38
Here's a script you can send to your state legislators and governor:
I demand a state medical privacy law at least as strong as the Minnesota Health Records Act (Minnesota Statutes 144.291-.298). Here are seven types of disclosures that HIPAA permits without patient consent or knowledge, but which generally require patient consent in Minnesota:
- Disclosures of health information for treatment purposes, unless consent is not possible due to a medical emergency.
- Disclosures of health information to other providers for healthcare operations purposes. [Note: healthcare operations includes over 60 nonclinical activities, including business activities.

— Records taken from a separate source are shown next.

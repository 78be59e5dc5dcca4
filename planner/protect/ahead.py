"""Work ahead on a second core: the next item of a list evaluated in a forked worker.

The search visits its candidates one after the other, and whether it visits one
at all may depend on what the ones before it gave (a bound that prunes it). The
evaluation of a candidate, though, depends on the candidate alone. :class:`Ahead`
keeps a forked worker process that evaluates the *predicted* next candidate while
this process evaluates the current one; when the search reaches the predicted
candidate and still wants it, with the same inputs, it takes the worker's answer,
else the answer is dropped and the candidate evaluated here. So the search makes
the same decisions in the same order as without the worker; only the time differs.

Where there is no second core, no ``fork`` start method, or the worker dies, every
item is evaluated in this process.
"""

from __future__ import annotations

import warnings
from typing import Any, Callable

from ..background import cores

__all__ = ["Ahead"]


class Ahead:
    """A forked worker that runs ``task(payload)`` for one item at a time.

    Parameters
    ----------
    task : callable(payload) -> result
        Runs in the worker, on the memory of this process as it is at the fork
        (nothing is pickled on the way in but the payload); its result is
        pickled back.
    parallel : bool, optional
        Force (True) or forbid (False) the worker; by default one is started
        where this process may run on two cores or more and ``fork`` exists.

    Notes
    -----
    Use it as a context manager: the worker is stopped however the block ends.
    One item is in flight at a time: :meth:`send` refuses a second.
    """

    def __init__(self, task: Callable[[Any], Any], parallel: bool | None = None):
        self._task = task
        self._proc = None
        self._conn = None
        self._flight = None  # the key of the item in flight
        if parallel is None:
            parallel = cores() >= 2
        if parallel:
            try:
                self._start()
            except Exception:  # noqa: BLE001 - no worker: everything is evaluated here
                self._proc = self._conn = None

    def _start(self) -> None:
        import multiprocessing

        if "fork" not in multiprocessing.get_all_start_methods():
            return
        ctx = multiprocessing.get_context("fork")
        mine, theirs = ctx.Pipe(duplex=True)
        proc = ctx.Process(target=_serve, args=(self._task, theirs, mine), daemon=False)
        with warnings.catch_warnings():
            # numpy's BLAS pool re-initialises after a fork (see planner.background)
            warnings.simplefilter("ignore", DeprecationWarning)
            proc.start()
        theirs.close()
        self._proc, self._conn = proc, mine

    @property
    def idle(self) -> bool:
        """Whether an item can be sent now (a worker runs and nothing is in flight)."""
        return self._conn is not None and self._flight is None

    def holds(self, key) -> bool:
        """Whether the item in flight is ``key``."""
        return self._conn is not None and self._flight is not None and self._flight == key

    def send(self, key, payload) -> bool:
        """Start ``task(payload)`` in the worker, remembered as ``key``; False when it cannot."""
        if not self.idle:
            return False
        try:
            self._conn.send(payload)
        except Exception:  # noqa: BLE001 - a payload that does not pickle, or a dead worker
            self.close()
            return False
        self._flight = key
        return True

    def take(self):
        """The result of the item in flight (waiting for it), or None when the worker failed."""
        if self._flight is None or self._conn is None:
            return None
        self._flight = None
        try:
            status, value = self._conn.recv()
        except (EOFError, OSError):
            self.close()
            return None
        return value if status == "ok" else None

    def drop_done(self) -> None:
        """Throw away the result of the item in flight when it is there (never waits for it)."""
        if self._flight is not None and self._conn is not None:
            try:
                ready = self._conn.poll(0)
            except (EOFError, OSError):
                self.close()
                return
            if ready:
                self.take()

    def close(self) -> None:
        """Stop the worker."""
        conn, proc = self._conn, self._proc
        self._conn = self._proc = None
        self._flight = None
        if conn is not None:
            try:
                conn.send(None)
            except Exception:  # noqa: BLE001 - already gone
                pass
            conn.close()
        if proc is not None:
            proc.join(timeout=1.0)
            if proc.is_alive():
                proc.terminate()
                proc.join()

    def __enter__(self) -> "Ahead":
        return self

    def __exit__(self, *exc) -> None:
        self.close()


def _serve(task, conn, other=None) -> None:
    """The worker: answer each payload with ``("ok", task(payload))`` or ``("error", text)`` until None.

    It first closes its copy of the caller's end (``other``), so that the caller's death
    ends the pipe and the worker with it (:func:`planner.background._child` does the same).
    """
    if other is not None:
        other.close()
    while True:
        try:
            payload = conn.recv()
        except (EOFError, OSError):
            break
        if payload is None:
            break
        try:
            out = ("ok", task(payload))
        except Exception as exc:  # noqa: BLE001 - the caller evaluates the item itself
            out = ("error", repr(exc))
        try:
            conn.send(out)
        except Exception:  # noqa: BLE001 - an unpicklable result: the caller evaluates it itself
            try:
                conn.send(("error", "unpicklable result"))
            except Exception:  # noqa: BLE001
                break
    conn.close()
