def judge_plans(design: Design, result: dict, text_of, share: float, say=lambda _m: None,
                given: dict | None = None) -> dict:
    """Judge the clamp search's choice and the protection parts on the misrange matrix (see the module).

    Parameters
    ----------
    design : Design
        The project as given.
    result : dict
        The clamp search's result (:func:`planner.protect.protect_project`); its
        ``chosen`` is dropped when its matrix is worse than the project's.
    text_of : callable(Design, dict) -> str
        The project text with a result's clamp placement written in
        (:func:`planner.protect.write.protected_text`).
    share : float
        Share of the class the protection may cost at the hottest ambient.
    given : dict, optional
        What :func:`judge_given` returned for this design and share (computed
        beside the search); computed here when None.

    Returns
    -------
    dict
        ``as_given`` (its matrix), ``clamp_plan`` (its matrix, or None),
        ``parts[]`` (each protection combination judged, best first), ``chosen_parts``
        (the protection combination written, or None: keep the file's),
        ``planned`` (the matrix of the plan as written), ``improves``
        (strictly better than as given) and ``notes[]``.
    """
    spec = design.spec
    notes = []
    if given is None:
        given = judge_given(design, share, say)
    given_rows, given = list(given["rows"]), given["matrix"]
    designs = _Designs(float(spec.ambient.t_max_k))
    bases = [("as given", spec, given)]
    clamp_plan = None
    if result.get("chosen") and spec.text:
        say("the misrange matrix of the chosen clamp placement")
        try:
            planned = loads(text_of(design, result), spec.path or "<plan>")
            planned_design = build(planned)
            designs.know("clamp placement", planned.protection, planned_design)
            clamp_plan, _ = matrix_tally(planned_design)
            bases.append(("clamp placement", planned, clamp_plan))
        except PlannerError as e:
            notes.append(f"the chosen clamp placement does not build ({e}); kept as given")
    if _parts_searched(spec):
        rows = given_rows
        bound = _Bound(given, *[r["matrix"] for r in given_rows if "stopped" not in r],
                       *[m for _, _, m in bases[1:]])
        for clamps, base_spec, base_matrix in bases[1:]:
            rows += _base_rows(designs, clamps, base_spec, base_matrix, spec, share, say, bound)
        rows.sort(key=plan_key)
    else:
        rows = [{"protection": as_dict(spec.protection), "label": describe(spec.protection), "matrix": m,
                 "price_pct": 0.0, "price_share": 0.0, "parts_added": 0, "clamps": c,
                 "as_given": c == "as given"} for c, _, m in bases]
        rows.sort(key=plan_key)
    mine = next(r for r in rows if r["as_given"]) if any(r["as_given"] for r in rows) else \
        {"matrix": given, "price_share": 0.0, "parts_added": 0}
    best = rows[0] if rows else None
    chosen_parts = None
    base = given
    if best is not None and not best["as_given"] and plan_key(best) < plan_key(mine) \
            and not_worse(best["matrix"], given) and best["price_share"] <= 1.0 + 1e-12:
        base = best["matrix"]
        if best["protection"] != as_dict(spec.protection):
            chosen_parts = best
        if best["clamps"] != "clamp placement":
            result["chosen"] = None
    else:
        result["chosen"] = None
    if clamp_plan is not None and result.get("chosen") is None:
        notes.append(f"the clamp placement found leaves {clamp_plan['failing']} failing cases (worst ratio "
                     f"{clamp_plan['worst_ratio']:.3g}; {given['failing']}, {given['worst_ratio']:.3g} as given): "
                     "the clamps stay as they are")
    improves = (base["failing"], round(base["worst_ratio"], 9)) < (given["failing"], round(given["worst_ratio"], 9))
    return {"as_given": given, "clamp_plan": clamp_plan, "parts": rows, "chosen_parts": chosen_parts,
            "planned": base, "improves": bool(improves), "notes": notes}


def with_protection(text: str, row: dict | None, header=()) -> str:
    """Project text with its ``protection:`` section replaced by a judged combination's (unchanged for None)."""
    if row is None:
        return text
    req = from_dict(row["protection"])
    return writer.replace_sections(text, ("protection",), protection_lines(req), header=list(header),
                                   record="# The protection parts before the search (kept for the record):")
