class Batches:
    """Family batches evaluated ahead of their turn: the members pending, the worker's family in flight.

    Parameters
    ----------
    ctx : SearchContext
    ahead : Ahead, optional
        A worker (:class:`planner.protect.ahead.Ahead`) running :func:`ahead_task`: while
        this process evaluates a family, the worker evaluates the next one.

    Notes
    -----
    A member's grid is foreseen by drawing its random probes from a copy of the
    search's generator, as if every combo before it in the search's order were
    visited; the cost of a batch being mostly per call, a member the search then
    prunes costs little.
    """

    def __init__(self, ctx: SearchContext, ahead: Ahead | None = None):
        self.ctx = ctx
        self.ahead = ahead
        self.pending: dict[tuple, tuple] = {}  # combo key -> (topology, {split resistance: Metrics row})
        self.flight: tuple = ()  # combo keys of the family on the worker

    def take(self, combo: Combo) -> tuple | None:
        """The combo's topology and the rows a batch evaluated for it, by split resistance (None off
        splits), or None where no batch holds it."""
        if combo.key() not in self.pending and combo.key() in self.flight:
            got = self.ahead.take()
            self.flight = ()
            if got is not None:
                for (c, g), (m, static) in zip(got["members"], got["results"]):
                    t = topology(self.ctx, c)
                    t.static.update(static)
                    self.pending.setdefault(c.key(), (t, _rows(g, m)))
        return self.pending.pop(combo.key(), None)

    def evaluate(self, combo: Combo, topo: Topology, r, following) -> dict:
        """Evaluate ``combo`` with its family's members among ``following`` as one batch, and return its
        rows by split resistance (empty when it has no members); the members wait in :attr:`pending`.
        The next family goes to the worker first."""
        ctx = self.ctx
        upcoming = _upcoming(ctx, following)
        fam = family_key(combo)
        members = [(c, g) for c, g in upcoming if family_key(c) == fam][:FAMILY_MAX - 1]
        self._send_next([(c, g) for c, g in upcoming if family_key(c) != fam])
        if not members:
            return {}
        topos = [topo] + [topology(ctx, c) for c, _ in members]
        grids = [r] + [g for _, g in members]
        got = run_family(ctx, [combo] + [c for c, _ in members], topos, grids)
        if got is None:
            return {}
        for (c, g), t, m in zip(members, topos[1:], got[1:]):
            self.pending[c.key()] = (t, _rows(g, m))
        return _rows(r, got[0])

    def _send_next(self, rest: list) -> None:
        """Send the first of ``rest`` not pending, with its family's members, to an idle worker."""
        ahead = self.ahead
        if ahead is None:
            return
        if self.flight and not ahead.holds(self.flight):
            self.flight = ()
        ahead.drop_done()  # a family the search did not reach, when the worker is done with it
        if not ahead.idle:
            return
        rest = [(c, g) for c, g in rest if c.key() not in self.pending]
        if not rest:
            return
        fam = family_key(rest[0][0])
        batch = [x for x in rest if family_key(x[0]) == fam][:FAMILY_MAX]
        key = tuple(c.key() for c, _ in batch)
        if ahead.send(key, ("family", batch)):
            self.flight = key


def _rows(r, m: Metrics) -> dict:
    """The rows of ``m`` by split resistance (None off splits)."""
    return {None: m} if r is None else {float(x): m.row(i) for i, x in enumerate(r)}


def _upcoming(ctx: SearchContext, following) -> list:
    """The next combos in the search's order with their foreseen grids (the random probes drawn from
    a copy of the generator, each combo in turn)."""
    rng = copy.deepcopy(ctx.rng)
    out, sigs = [], set()
    for c in following:
        if c.signature() in sigs:  # skipped at its turn: one circuit is visited once
            continue
        sigs.add(c.signature())
        out.append((c, split_grid(ctx, c.site, rng) if c.site.kind == "split" else None))
        if len(out) >= LOOK_AHEAD:
            break
    return out


def ahead_task(ctx: SearchContext):
    """What the worker of :class:`Batches` runs: a family's metrics on its grids, and each member's
    static positions (uncounted there)."""
    def task(payload):
        _, batch = payload
        topos = [topology(ctx, c) for c, _ in batch]
        grids = [g for _, g in batch]
        got = run_family(ctx, [c for c, _ in batch], topos, grids) if len(batch) > 1 else None
        if got is None:
            got = [run(ctx, t, g, count=None) for t, g in zip(topos, grids)]
        return {"members": batch, "results": [(m, t.static) for m, t in zip(got, topos)]}
    return task


def best_point(ctx: SearchContext, combo: Combo, r, m: Metrics, stage="grid") -> Point:
    """The feasible row that protects best (leximax), else the row nearest feasibility."""
    feas = feasible(ctx, m)
    if feas.any():
        pw = m.position_worst()
        best = lex_best([int(k) for k in np.nonzero(feas)[0]], lambda k: pw[k])
        i = min(best, key=lambda k: (lex_score(pw[k]), k))
    else:
        i = int(np.argmin(slack(ctx, m)))
    return Point(combo, None if r is None else float(r[i]), m.row(i), bool(feas[i]), stage=stage)


def _bracket(ctx: SearchContext, r: np.ndarray, m: Metrics) -> tuple[str, float, float] | None:
    """What a refinement searches: ("edge" or "interior", lo, hi) [ohm], or None (see :func:`refine`)."""
    feas = feasible(ctx, m)
    if not feas.any():
        return None
    pw = m.position_worst()
    score = np.array([lex_score(v) for v in pw])
    i = min(lex_best([int(k) for k in np.nonzero(feas)[0]], lambda k: pw[k]), key=lambda k: (score[k], k))
    falling = i == 0 or score[i] <= score[i - 1]
    if i + 1 < len(r) and not feas[i + 1] and falling and np.isfinite(slack(ctx, m.row(i + 1))[0]):
        return "edge", float(r[i]), float(r[i + 1])
    if (0 < i < len(r) - 1 or (i == 0 and len(r) > 1)) and _worth_refining(r, score, i):
        return "interior", float(r[max(i - 1, 0)]), float(r[i + 1])
    return None


def bracket_grid(lo: float, hi: float, rows: int | None = None) -> np.ndarray:
    """Points strictly inside (lo, hi) [ohm], geometric, with neighbours at most REFINE_XTOL_REL apart.

    ``rows``: that many points instead, evenly spread on the same logarithmic scale.
    """
    if rows is None:
        rows = max(math.ceil(math.log(hi / lo) / math.log1p(REFINE_XTOL_REL)) - 1, 0)
    return np.exp(np.linspace(math.log(lo), math.log(hi), rows + 2)[1:-1])


def refine(ctx: SearchContext, topo: Topology, combo: Combo, r: np.ndarray, m: Metrics) -> Point | None:
    """Refine the split resistance of a combo between its grid neighbours, in batched evaluations.

    Notes
    -----
    The clamp's error grows with the split resistance r (the junction sees
    :math:`I_{fs} (R_m + r)` at full scale), so the feasible set is an interval
    from the lowest grid point up to an edge. When the worst multiple still
    falls at the last feasible grid point, the optimum is on that edge, and the
    bracket is the last feasible and the first infeasible grid point.
    Otherwise the minimum is inside the feasible set, and the bracket is the
    two grid neighbours of the best grid point (the first two grid points when
    it is the first), when the parabola through the three promises a gain
    (:func:`_worth_refining`).

    The bracket is searched as a grid of its own (:func:`bracket_grid`):
    geometric points with neighbours at most :data:`REFINE_XTOL_REL` (1.5 %)
    of r apart, finer than the 2.4 % steps of the E96 series the split is then
    made of, all evaluated as the rows of one :func:`planner.protect.evaluate.run`.
    The solver's cost is mostly fixed per call, not per row, so one batch of
    some 20 rows (edge) or 40 rows (interior) costs less than the eight
    one-row evaluations a sequential root finder or minimiser takes to that
    tolerance. At an edge, the step between the last feasible row of the batch
    and the next row (infeasible) is split once more, by a second batch of
    :data:`REFINE_EDGE_ROWS` rows: two stages locate the edge to about 0.2 % of
    r, for less than one batch at that step would cost. That is the one
    bisection-like step; otherwise no unimodality is assumed: the refined point
    is, over every row of the combo evaluated so far (grid and batches), the
    feasible one that protects best (:func:`planner.protect.ordering.lex_best`,
    then the least :func:`planner.protect.ordering.lex_score`, then the least
    r). At an edge where protection improves towards it, that is the last
    feasible row.

    When the candidate cap leaves room for fewer rows than a batch, a coarser
    batch of the rows that fit spans the same bracket (the search is then
    marked truncated).

    References
    ----------
    W. H. Press, S. A. Teukolsky, W. T. Vetterling and B. P. Flannery,
    *Numerical Recipes*, 3rd ed., Cambridge University Press, 2007, sec. 9.1 (a
    root bracketed by a change of sign, here of the constraint use minus one)
    and sec. 10.1 (a minimum bracketed by three points, the middle one lowest);
    each bracket is searched on a grid, not by bisection or Brent's method.
    IEC 60063:2015 (the E96 series, steps of :math:`10^{1/96}`, about 2.4 %).
    """
    if not feasible(ctx, m).any():
        return None
    br = _bracket(ctx, r, m)
    if br is not None:
        kind, lo, hi = br
        if _batch(ctx, topo, bracket_grid(lo, hi)) and kind == "edge":
            inside = [x for x in sorted(topo.memo) if lo <= x <= hi]
            ok = [k for k, x in enumerate(inside[:-1]) if feasible(ctx, topo.memo[x])[0]]
            if ok:
                _batch(ctx, topo, bracket_grid(inside[ok[-1]], inside[ok[-1] + 1], REFINE_EDGE_ROWS))
    ok = [x for x in sorted(topo.memo) if feasible(ctx, topo.memo[x])[0]]
    if not ok:
        return None
    x = min(lex_best(ok, lambda x: topo.memo[x].position_worst()[0]),
            key=lambda x: (lex_score(topo.memo[x].position_worst()[0]), x))
    return Point(combo, x, topo.memo[x], True, stage="refined")


def _batch(ctx: SearchContext, topo: Topology, xs: np.ndarray) -> bool:
    """Evaluate the points of ``xs`` [ohm] not in the memo as one batch (coarser when the cap is near).

    Returns False when the cap left no room for every point (the batch then
    spans the same range with the rows that fit, if any).
    """
    todo = [float(x) for x in xs if float(x) not in topo.memo]
    full = not todo or ctx.room(len(todo))
    if not full:
        left = max(ctx.max_candidates - ctx.evaluated, 0)
        todo = [todo[k] for k in np.unique(np.round(np.linspace(0, len(todo) - 1, left)).astype(int))]
    if todo:
        topo.memo.update(_rows(todo, run(ctx, topo, np.array(todo))))
    return full


def _worth_refining(r: np.ndarray, score: np.ndarray, i: int) -> bool:
    """Whether an interior minimum can gain more than :data:`REFINE_GAIN` over grid point i.

    Notes
    -----
    The parabola :math:`\\phi(x) = a x^2 + b x + c` through the grid point and its
    two neighbours, :math:`x = \\ln r`, has its vertex at :math:`\\phi_{min} = c -
    b^2 / (4 a)` when :math:`a > 0`; when :math:`\\phi_i - \\phi_{min}` is below the
    share, the grid point stands (the steps of the E96 series are coarser
    anyway). At the end of the grid, or with non-finite or non-convex
    neighbours, the refinement runs.
    """
    if i == 0 or i + 1 >= len(r):
        return True
    x = np.log(np.asarray(r[i - 1:i + 2], dtype=float))
    y = np.asarray(score[i - 1:i + 2], dtype=float)
    if not np.all(np.isfinite(y)):
        return True
    a, b, c = np.polyfit(x - x[1], y, 2)
    if a <= 0:
        return True
    gain = float(y[1] - (c - b * b / (4.0 * a)))
    return gain > REFINE_GAIN * float(y[1])


# --- branch and bound -------------------------------------------------------------------------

According to Federal Register, Vol. 75, No. 134, July 14, 2010 (see pages 40872, 40906, 40907, 40911), your medical data can be shared with over 2.2 million entities, including 1.5 million business associates, without your consent or knowledge.]
- Disclosures of health information to payers for payment purposes.
- Disclosures of health information to outside researchers for medical research purposes. [That's right, non-consensual medical research is explicitly allowed by HIPAA, but greatly limited in Minnesota.]
- Consent of a patient’s authorized family or legal representative for disclosures of health information to funeral directors.
- Disclosures of health information for military or national security purposes unless the disclosure is specifically required by federal law.
- Disclosures of health information for law enforcement purposes, unless the disclosure is in response to a valid court order or warrant. [That's right, under HIPAA, medical providors are permitted to share sensitive health data without a warrant.]
Source: Mayo Clinic's Notice of Privacy Practices (link: https://www.primarycareondemand.mayoclinic.org/notice-privacy-practices)
Minnesota is the only state to have a comprehensive medical privacy law stronger than HIPAA. [State] should be the second.